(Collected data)
=== Begin Enclosure ===

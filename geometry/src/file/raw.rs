//! What every table of an input file shares: values as written (lengths with units, numbers
//! that remember whether they were integers), the place a message points to, and how values
//! read in messages.

use crate::error::DesignError;
use crate::file::units::{Quantity, parse_length_m, parse_quantity, parse_wire_diameter_m};
use crate::limits::{MAX_COORDINATE_M, MAX_NAME_CHARS, MAX_SIZE_M, MIN_SIZE_M, range_phrase};
use nalgebra::{Point3, Unit, Vector3};
use serde::Deserialize;
use toml::Value;

/// Whether a name matches `[A-Za-z0-9_-]+` and has at most [`MAX_NAME_CHARS`] characters.
///
/// Names end up in file names, table headers and command lines; this set needs no quoting in any
/// of them, and the length keeps table columns readable.
pub fn is_valid_name(name: &str) -> bool {
    !name.is_empty()
        && name.len() <= MAX_NAME_CHARS
        && name
            .bytes()
            .all(|b| b.is_ascii_alphanumeric() || b == b'_' || b == b'-')
}

/// Message for a TOML syntax error, with a 1-based line and column computed from the span: the
/// one form for design, sweep and seek files.
pub fn syntax_error(err: &toml::de::Error, text: &str, source: &str) -> DesignError {
    let offset = err.span().map_or(0, |span| span.start).min(text.len());
    // The span is a byte offset; step back to a character boundary before slicing.
    let mut boundary = offset;
    while !text.is_char_boundary(boundary) {
        boundary -= 1;
    }
    let before = &text[..boundary];
    let line = before.matches('\n').count() + 1;
    let line_start = before.rfind('\n').map_or(0, |i| i + 1);
    let column = before[line_start..].chars().count() + 1;
    let mut reason = err.message().trim().to_string();
    // The commonest slip: a length with a unit written without quotes (radius = 5 mm).
    if reason.contains("must be quoted") {
        reason.push_str("; a length with a unit is a string: write it in quotes, e.g. \"5 mm\"");
    }
    DesignError::Syntax {
        source_name: source.to_string(),
        line,
        column,
        reason,
    }
}

/// "a string \"x\"", "an integer 3", ...: how a value reads in a message.
pub(crate) fn type_phrase(value: &Value) -> String {
    match value {
        Value::String(s) => format!("the string \"{s}\""),
        Value::Integer(n) => format!("the integer {n}"),
        Value::Float(x) => format!("the number {x}"),
        Value::Boolean(b) => format!("the boolean {b}"),
        Value::Datetime(d) => format!("the date-time {d}"),
        Value::Array(_) => "an array".to_string(),
        Value::Table(_) => "a table".to_string(),
    }
}

/// A length as written: a TOML number (metres) or a string with a unit, parsed later so that a
/// bad unit gets its own message.
#[derive(Debug, Clone, PartialEq)]
pub(crate) enum RawLength {
    Number(f64),
    Text(String),
}

impl<'de> Deserialize<'de> for RawLength {
    fn deserialize<D: serde::Deserializer<'de>>(deserializer: D) -> Result<Self, D::Error> {
        struct Visitor;
        impl serde::de::Visitor<'_> for Visitor {
            type Value = RawLength;
            fn expecting(&self, f: &mut std::fmt::Formatter) -> std::fmt::Result {
                f.write_str("a length: a number in metres or a string with a unit, e.g. \"55 mm\"")
            }
            fn visit_f64<E>(self, v: f64) -> Result<RawLength, E> {
                Ok(RawLength::Number(v))
            }
            fn visit_i64<E>(self, v: i64) -> Result<RawLength, E> {
                // Lengths this large are refused later anyway; the rounding cannot matter.
                Ok(RawLength::Number(v as f64))
            }
            fn visit_u64<E>(self, v: u64) -> Result<RawLength, E> {
                Ok(RawLength::Number(v as f64))
            }
            fn visit_str<E>(self, v: &str) -> Result<RawLength, E> {
                Ok(RawLength::Text(v.to_string()))
            }
        }
        deserializer.deserialize_any(Visitor)
    }
}

/// A number as written, keeping whether it was a TOML integer (counts must be whole numbers).
#[derive(Debug, Clone, Copy, PartialEq)]
pub(crate) enum RawNumber {
    Int(i64),
    Float(f64),
}

impl RawNumber {
    pub(crate) fn as_f64(self) -> f64 {
        match self {
            RawNumber::Int(n) => n as f64,
            RawNumber::Float(x) => x,
        }
    }

    /// The value as a whole number, if it is one (an integer, or a float with no fraction).
    pub(crate) fn as_whole(self) -> Option<i64> {
        match self {
            RawNumber::Int(n) => Some(n),
            // The range test keeps the cast exact; out-of-range floats are not whole numbers
            // this program could use.
            RawNumber::Float(x) if x.is_finite() && x.fract() == 0.0 && x.abs() < 9e15 => {
                Some(x as i64)
            }
            RawNumber::Float(_) => None,
        }
    }

    pub(crate) fn shown(self) -> String {
        match self {
            RawNumber::Int(n) => n.to_string(),
            RawNumber::Float(x) => shown_float(x),
        }
    }
}

/// A length as a message shows it: the number as written, or the string and its value `v_m` in
/// metres.
pub(crate) fn shown_length(raw: &RawLength, v_m: f64) -> String {
    match raw {
        RawLength::Number(x) => shown_float(*x),
        RawLength::Text(text) => format!("\"{text}\" (= {} m)", crate::error::sig(v_m)),
    }
}

/// A float as a message shows it: plain decimals in the usual range, else in exponent form
/// (1e308 reads "1e308", not 309 digits).
pub(crate) fn shown_float(x: f64) -> String {
    if x == 0.0 || !x.is_finite() || (1e-4..1e15).contains(&x.abs()) {
        x.to_string()
    } else {
        format!("{x:e}")
    }
}

impl<'de> Deserialize<'de> for RawNumber {
    fn deserialize<D: serde::Deserializer<'de>>(deserializer: D) -> Result<Self, D::Error> {
        struct Visitor;
        impl serde::de::Visitor<'_> for Visitor {
            type Value = RawNumber;
            fn expecting(&self, f: &mut std::fmt::Formatter) -> std::fmt::Result {
                f.write_str("a number")
            }
            fn visit_f64<E>(self, v: f64) -> Result<RawNumber, E> {
                Ok(RawNumber::Float(v))
            }
            fn visit_i64<E>(self, v: i64) -> Result<RawNumber, E> {
                Ok(RawNumber::Int(v))
            }
            fn visit_u64<E: serde::de::Error>(self, v: u64) -> Result<RawNumber, E> {
                i64::try_from(v)
                    .map(RawNumber::Int)
                    .map_err(|_| E::custom(format!("the number {v} is too large")))
            }
        }
        deserializer.deserialize_any(Visitor)
    }
}

/// Where a message points: the file and the winding.
pub(crate) struct Ctx<'a> {
    pub(crate) source: &'a str,
    pub(crate) item: String,
}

=== End Enclosure ===

Exercise aim » Your response should consist of the data above, duplicated exactly.

Solution to the problem »
filename geometry/src/file/raw.rs
//! What every table of an input file shares: values as written (lengths with units, numbers
//! that remember whether they were integers), the place a message points to, and how values
//! read in messages.

use crate::error::DesignError;
use crate::file::units::{Quantity, parse_length_m, parse_quantity, parse_wire_diameter_m};
use crate::limits::{MAX_COORDINATE_M, MAX_NAME_CHARS, MAX_SIZE_M, MIN_SIZE_M, range_phrase};
use nalgebra::{Point3, Unit, Vector3};
use serde::Deserialize;
use toml::Value;

/// Whether a name matches `[A-Za-z0-9_-]+` and has at most [`MAX_NAME_CHARS`] characters.
///
/// Names end up in file names, table headers and command lines; this set needs no quoting in any
/// of them, and the length keeps table columns readable.
pub fn is_valid_name(name: &str) -> bool {
    !name.is_empty()
        && name.len() <= MAX_NAME_CHARS
        && name
            .bytes()
            .all(|b| b.is_ascii_alphanumeric() || b == b'_' || b == b'-')
}

/// Message for a TOML syntax error, with a 1-based line and column computed from the span: the
/// one form for design, sweep and seek files.
pub fn syntax_error(err: &toml::de::Error, text: &str, source: &str) -> DesignError {
    let offset = err.span().map_or(0, |span| span.start).min(text.len());
    // The span is a byte offset; step back to a character boundary before slicing.
    let mut boundary = offset;
    while !text.is_char_boundary(boundary) {
        boundary -= 1;
    }
    let before = &text[..boundary];
    let line = before.matches('\n').count() + 1;
    let line_start = before.rfind('\n').map_or(0, |i| i + 1);
    let column = before[line_start..].chars().count() + 1;
    let mut reason = err.message().trim().to_string();
    // The commonest slip: a length with a unit written without quotes (radius = 5 mm).
    if reason.contains("must be quoted") {
        reason.push_str("; a length with a unit is a string: write it in quotes, e.g. \"5 mm\"");
    }
    DesignError::Syntax {
        source_name: source.to_string(),
        line,
        column,
        reason,
    }
}

/// "a string \"x\"", "an integer 3", ...: how a value reads in a message.
pub(crate) fn type_phrase(value: &Value) -> String {
    match value {
        Value::String(s) => format!("the string \"{s}\""),
        Value::Integer(n) => format!("the integer {n}"),
        Value::Float(x) => format!("the number {x}"),
        Value::Boolean(b) => format!("the boolean {b}"),
        Value::Datetime(d) => format!("the date-time {d}"),
        Value::Array(_) => "an array".to_string(),
        Value::Table(_) => "a table".to_string(),
    }
}

/// A length as written: a TOML number (metres) or a string with a unit, parsed later so that a
/// bad unit gets its own message.
#[derive(Debug, Clone, PartialEq)]
pub(crate) enum RawLength {
    Number(f64),
    Text(String),
}

impl<'de> Deserialize<'de> for RawLength {
    fn deserialize<D: serde::Deserializer<'de>>(deserializer: D) -> Result<Self, D::Error> {
        struct Visitor;
        impl serde::de::Visitor<'_> for Visitor {
            type Value = RawLength;
            fn expecting(&self, f: &mut std::fmt::Formatter) -> std::fmt::Result {
                f.write_str("a length: a number in metres or a string with a unit, e.g. \"55 mm\"")
            }
            fn visit_f64<E>(self, v: f64) -> Result<RawLength, E> {
                Ok(RawLength::Number(v))
            }
            fn visit_i64<E>(self, v: i64) -> Result<RawLength, E> {
                // Lengths this large are refused later anyway; the rounding cannot matter.
                Ok(RawLength::Number(v as f64))
            }
            fn visit_u64<E>(self, v: u64) -> Result<RawLength, E> {
                Ok(RawLength::Number(v as f64))
            }
            fn visit_str<E>(self, v: &str) -> Result<RawLength, E> {
                Ok(RawLength::Text(v.to_string()))
            }
        }
        deserializer.deserialize_any(Visitor)
    }
}

/// A number as written, keeping whether it was a TOML integer (counts must be whole numbers).
#[derive(Debug, Clone, Copy, PartialEq)]
pub(crate) enum RawNumber {
    Int(i64),
    Float(f64),
}

impl RawNumber {
    pub(crate) fn as_f64(self) -> f64 {
        match self {
            RawNumber::Int(n) => n as f64,
            RawNumber::Float(x) => x,
        }
    }

    /// The value as a whole number, if it is one (an integer, or a float with no fraction).
    pub(crate) fn as_whole(self) -> Option<i64> {
        match self {
            RawNumber::Int(n) => Some(n),
            // The range test keeps the cast exact; out-of-range floats are not whole numbers
            // this program could use.
            RawNumber::Float(x) if x.is_finite() && x.fract() == 0.0 && x.abs() < 9e15 => {
                Some(x as i64)
            }
            RawNumber::Float(_) => None,
        }
    }

    pub(crate) fn shown(self) -> String {
        match self {
            RawNumber::Int(n) => n.to_string(),
            RawNumber::Float(x) => shown_float(x),
        }
    }
}

/// A length as a message shows it: the number as written, or the string and its value `v_m` in
/// metres.
pub(crate) fn shown_length(raw: &RawLength, v_m: f64) -> String {
    match raw {
        RawLength::Number(x) => shown_float(*x),
        RawLength::Text(text) => format!("\"{text}\" (= {} m)", crate::error::sig(v_m)),
    }
}

/// A float as a message shows it: plain decimals in the usual range, else in exponent form
/// (1e308 reads "1e308", not 309 digits).
pub(crate) fn shown_float(x: f64) -> String {
    if x == 0.0 || !x.is_finite() || (1e-4..1e15).contains(&x.abs()) {
        x.to_string()
    } else {
        format!("{x:e}")
    }
}

impl<'de> Deserialize<'de> for RawNumber {
    fn deserialize<D: serde::Deserializer<'de>>(deserializer: D) -> Result<Self, D::Error> {
        struct Visitor;
        impl serde::de::Visitor<'_> for Visitor {
            type Value = RawNumber;
            fn expecting(&self, f: &mut std::fmt::Formatter) -> std::fmt::Result {
                f.write_str("a number")
            }
            fn visit_f64<E>(self, v: f64) -> Result<RawNumber, E> {
                Ok(RawNumber::Float(v))
            }
            fn visit_i64<E>(self, v: i64) -> Result<RawNumber, E> {
                Ok(RawNumber::Int(v))
            }
            fn visit_u64<E: serde::de::Error>(self, v: u64) -> Result<RawNumber, E> {
                i64::try_from(v)
                    .map(RawNumber::Int)
                    .map_err(|_| E::custom(format!("the number {v} is too large")))
            }
        }
        deserializer.deserialize_any(Visitor)
    }
}

/// Where a message points: the file and the winding.
pub(crate) struct Ctx<'a> {
    pub(crate) source: &'a str,
    pub(crate) item: String,
}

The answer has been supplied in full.